Python POST binary data

Mac picture Mac · Jan 16, 2013 · Viewed 113.1k times · Source

I am writing some code to interface with redmine and I need to upload some files as part of the process, but I am not sure how to do a POST request from python containing a binary file.

I am trying to mimic the commands here:

curl --data-binary "@image.png" -H "Content-Type: application/octet-stream" -X POST -u login:password http://redmine/uploads.xml

In python (below), but it does not seem to work. I am not sure if the problem is somehow related to encoding the file or if something is wrong with the headers.

import urllib2, os

FilePath = "C:\somefolder\somefile.7z"
FileData = open(FilePath, "rb")
length = os.path.getsize(FilePath)

password_manager = urllib2.HTTPPasswordMgrWithDefaultRealm()
password_manager.add_password(None, 'http://redmine/', 'admin', 'admin')
auth_handler = urllib2.HTTPBasicAuthHandler(password_manager)
opener = urllib2.build_opener(auth_handler)
urllib2.install_opener(opener)
request = urllib2.Request( r'http://redmine/uploads.xml', FileData)
request.add_header('Content-Length', '%d' % length)
request.add_header('Content-Type', 'application/octet-stream')
try:
    response = urllib2.urlopen( request)
    print response.read()
except urllib2.HTTPError as e:
    error_message = e.read()
    print error_message

I have access to the server and it looks like a encoding error:

...
invalid byte sequence in UTF-8
Line: 1
Position: 624
Last 80 unconsumed characters:
7z¼¯'ÅÐз2^Ôøë4g¸R<süðí6kĤª¶!»=}jcdjSPúá-º#»ÄAtD»H7Ê!æ½]j):

(further down)

Started POST "/uploads.xml" for 192.168.0.117 at 2013-01-16 09:57:49 -0800
Processing by AttachmentsController#upload as XML
WARNING: Can't verify CSRF token authenticity
  Current user: anonymous
Filter chain halted as :authorize_global rendered or redirected
Completed 401 Unauthorized in 13ms (ActiveRecord: 3.1ms)

Answer

Piotr Dobrogost picture Piotr Dobrogost · Jan 22, 2013

Basically what you do is correct. Looking at redmine docs you linked to, it seems that suffix after the dot in the url denotes type of posted data (.json for JSON, .xml for XML), which agrees with the response you get - Processing by AttachmentsController#upload as XML. I guess maybe there's a bug in docs and to post binary data you should try using http://redmine/uploads url instead of http://redmine/uploads.xml.

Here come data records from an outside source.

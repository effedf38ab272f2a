package model

import (
	"gonum.org/v1/gonum/mat"

	"sluice/internal/varpro"
)

// Subset is a design whose fit sees only some of its weeks. The transforms
// still run over every week, so the carryover of spend in a dropped week
// reaches the kept weeks after it, and the scaling (mean spend, trend, season
// phase) stays that of the full design: parameters fitted on a subset
// predict the full design directly. Leave-one-block-out refits and
// split-half fits are subsets.
type Subset struct {
	Design *Design
	Keep   []bool // per week of Design, whether it enters the objective
	rows   []int
}

// Rows returns the subset of d's weeks where keep is true.
func (d *Design) Rows(keep []bool) *Subset {
	if len(keep) != d.N {
		panic("model: Rows: keep and the design differ in length")
	}
	s := &Subset{Design: d, Keep: append([]bool(nil), keep...)}
	for t, k := range keep {
		if k {
			s.rows = append(s.rows, t)
		}
	}
	return s
}

// NumRows is the number of kept weeks.
func (s *Subset) NumRows() int { return len(s.rows) }

// Fit fits y (of the full design's length; dropped weeks are ignored) on
// the kept weeks. FitResult.SSE is the sum over the kept weeks; Fitted and
// Residuals cover every week of the full design. The error is non-nil when
// the fixed columns are linearly dependent on the kept weeks (a control that
// is constant there) or no start gives a finite fit.
func (s *Subset) Fit(y []float64, set FitSettings) (*FitResult, error) {
	return fitExtended(s.Design, y, s.rows, nil, set)
}

// liftRow is an extra residual row w·(measured − Σ_{t∈[from,to]} β_k
// (M_k(t) − M⁰_k(t))), where M⁰ is channel k's media column with its spend
// zeroed over [from, to] (see LiftEffect and FitCalibrated).
type liftRow struct {
	channel, from, to int
	measured, weight  float64
}

// extended is one worker's variable-projection problem over the kept rows
// of a design plus lift rows.
type extended struct {
	d     *Design
	rows  []int
	lifts []liftRow
	full  *workspace   // columns over all weeks
	zero  []*workspace // per lift row: the design with its spend zeroed
	cols  [][]float64  // [channel][week], all weeks
	zcols [][]float64
	dcol  [][]float64 // [θ][week], all weeks
	zdcol [][]float64
}

func newExtended(d *Design, y []float64, rows []int, lifts []liftRow) (*extended, *varpro.Problem) {
	e := &extended{d: d, rows: rows, lifts: lifts, full: newWorkspace(d, y)}
	K := len(d.Spec.Channels)
	lo, hi := d.bounds()
	e.cols, e.zcols = allocRows(K, d.N), allocRows(K, d.N)
	e.dcol, e.zdcol = allocRows(len(lo), d.N), allocRows(len(lo), d.N)
	for _, l := range lifts {
		e.zero = append(e.zero, newWorkspace(d.withSpendZeroed(l.channel, l.from, l.to), y))
	}
	nr := len(rows) + len(lifts)
	yy := make([]float64, nr)
	nf := d.Spec.NumFixed()
	fixed := mat.NewDense(nr, nf, nil)
	for r, t := range rows {
		yy[r] = y[t]
		for j := range nf {
			fixed.Set(r, j, d.Fixed.At(t, j))
		}
	}
	for i, l := range lifts {
		yy[len(rows)+i] = l.weight * l.measured // the fixed columns are zero there
	}
	prob := &varpro.Problem{Y: yy, Fixed: fixed, NumVarying: K, NonNeg: true, Lower: lo, Upper: hi,
		Columns: e.columns, Deriv: e.deriv}
	return e, prob
}

func allocRows(k, n int) [][]float64 {
	out := make([][]float64, k)
	for i := range out {
		out[i] = make([]float64, n)
	}
	return out
}

// withSpendZeroed returns a shallow copy of d whose channel k has no spend
// in weeks [from, to]; mean spend (the unit of κ) is unchanged.
func (d *Design) withSpendZeroed(k, from, to int) *Design {
	z := *d
	z.Spend = append([][]float64(nil), d.Spend...)
	x := append([]float64(nil), d.Spend[k]...)
	for t := from; t <= to; t++ {
		x[t] = 0
	}
	z.Spend[k] = x
	return &z
}

func (e *extended) columns(theta []float64, cols [][]float64) {
	e.full.columns(theta, e.cols)
	nr := len(e.rows)
	for l := range cols {
		for r, t := range e.rows {
			cols[l][r] = e.cols[l][t]
		}
	}
	for i, lr := range e.lifts {
		e.zero[i].columns(theta, e.zcols)
		for l := range cols {
			var s float64
			for t := lr.from; t <= lr.to; t++ {
				s += e.cols[l][t] - e.zcols[l][t]
			}
			cols[l][nr+i] = lr.weight * s
		}
	}
}

func (e *extended) deriv(theta, coef []float64, dst [][]float64) {
	e.full.deriv(theta, coef, e.dcol)
	nr := len(e.rows)
	for j := range dst {
		for r, t := range e.rows {
			dst[j][r] = e.dcol[j][t]
		}
	}
	for i, lr := range e.lifts {
		// deriv reads the workspace state of the last columns call, which
		// columns above made for every zeroed workspace at this theta.
		e.zero[i].deriv(theta, coef, e.zdcol)
		for j := range dst {
			var s float64
			for t := lr.from; t <= lr.to; t++ {
				s += e.dcol[j][t] - e.zdcol[j][t]
			}
			dst[j][nr+i] = lr.weight * s
		}
	}
}

// fitExtended runs the multi-start fit of Design.Fit on the extended
// problem: the kept rows and the lift rows.
func fitExtended(d *Design, y []float64, rows []int, lifts []liftRow, set FitSettings) (*FitResult, error) {
	if len(y) != d.N {
		panic("model: KPI length differs from the design")
	}
	starts := d.starts(set)
	workers := min(max(set.Workers, 1), len(starts))
	solvers := make([]*varpro.Solver, workers)
	for i := range solvers {
		_, prob := newExtended(d, y, rows, lifts)
		s, err := varpro.NewSolver(prob)
		if err != nil {
			return nil, err
		}
		solvers[i] = s
	}
	return d.multiStart(y, starts, solvers, set)
}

Btw, I highly recommend very good and very popular Requests library for http in Python. It's much better than what's in the standard lib (urllib2). It supports authentication as well but I skipped it for brevity here.

import requests
with open('./x.png', 'rb') as f:
    data = f.read()
res = requests.post(url='http://httpbin.org/post',
                    data=data,
                    headers={'Content-Type': 'application/octet-stream'})

# let's check if what we sent is what we intended to send...
import json
import base64

assert base64.b64decode(res.json()['data'][len('data:application/octet-stream;base64,'):]) == data

UPDATE

To find out why this works with Requests but not with urllib2 we have to examine the difference in what's being sent. To see this I'm sending traffic to http proxy (Fiddler) running on port 8888:

Using Requests

import requests

data = 'test data'
res = requests.post(url='http://localhost:8888',
                    data=data,
                    headers={'Content-Type': 'application/octet-stream'})

we see

POST http://localhost:8888/ HTTP/1.1
Host: localhost:8888
Content-Length: 9
Content-Type: application/octet-stream
Accept-Encoding: gzip, deflate, compress
Accept: */*
User-Agent: python-requests/1.0.4 CPython/2.7.3 Windows/Vista

test data

and using urllib2

import urllib2

data = 'test data'    
req = urllib2.Request('http://localhost:8888', data)
req.add_header('Content-Length', '%d' % len(data))
req.add_header('Content-Type', 'application/octet-stream')
res = urllib2.urlopen(req)

we get

POST http://localhost:8888/ HTTP/1.1
Accept-Encoding: identity
Content-Length: 9
Host: localhost:8888
Content-Type: application/octet-stream
Connection: close
User-Agent: Python-urllib/2.7

test data

I don't see any differences which would warrant different behavior you observe. Having said that it's not uncommon for http servers to inspect User-Agent header and vary behavior based on its value. Try to change headers sent by Requests one by one making them the same as those being sent by urllib2 and see when it stops working.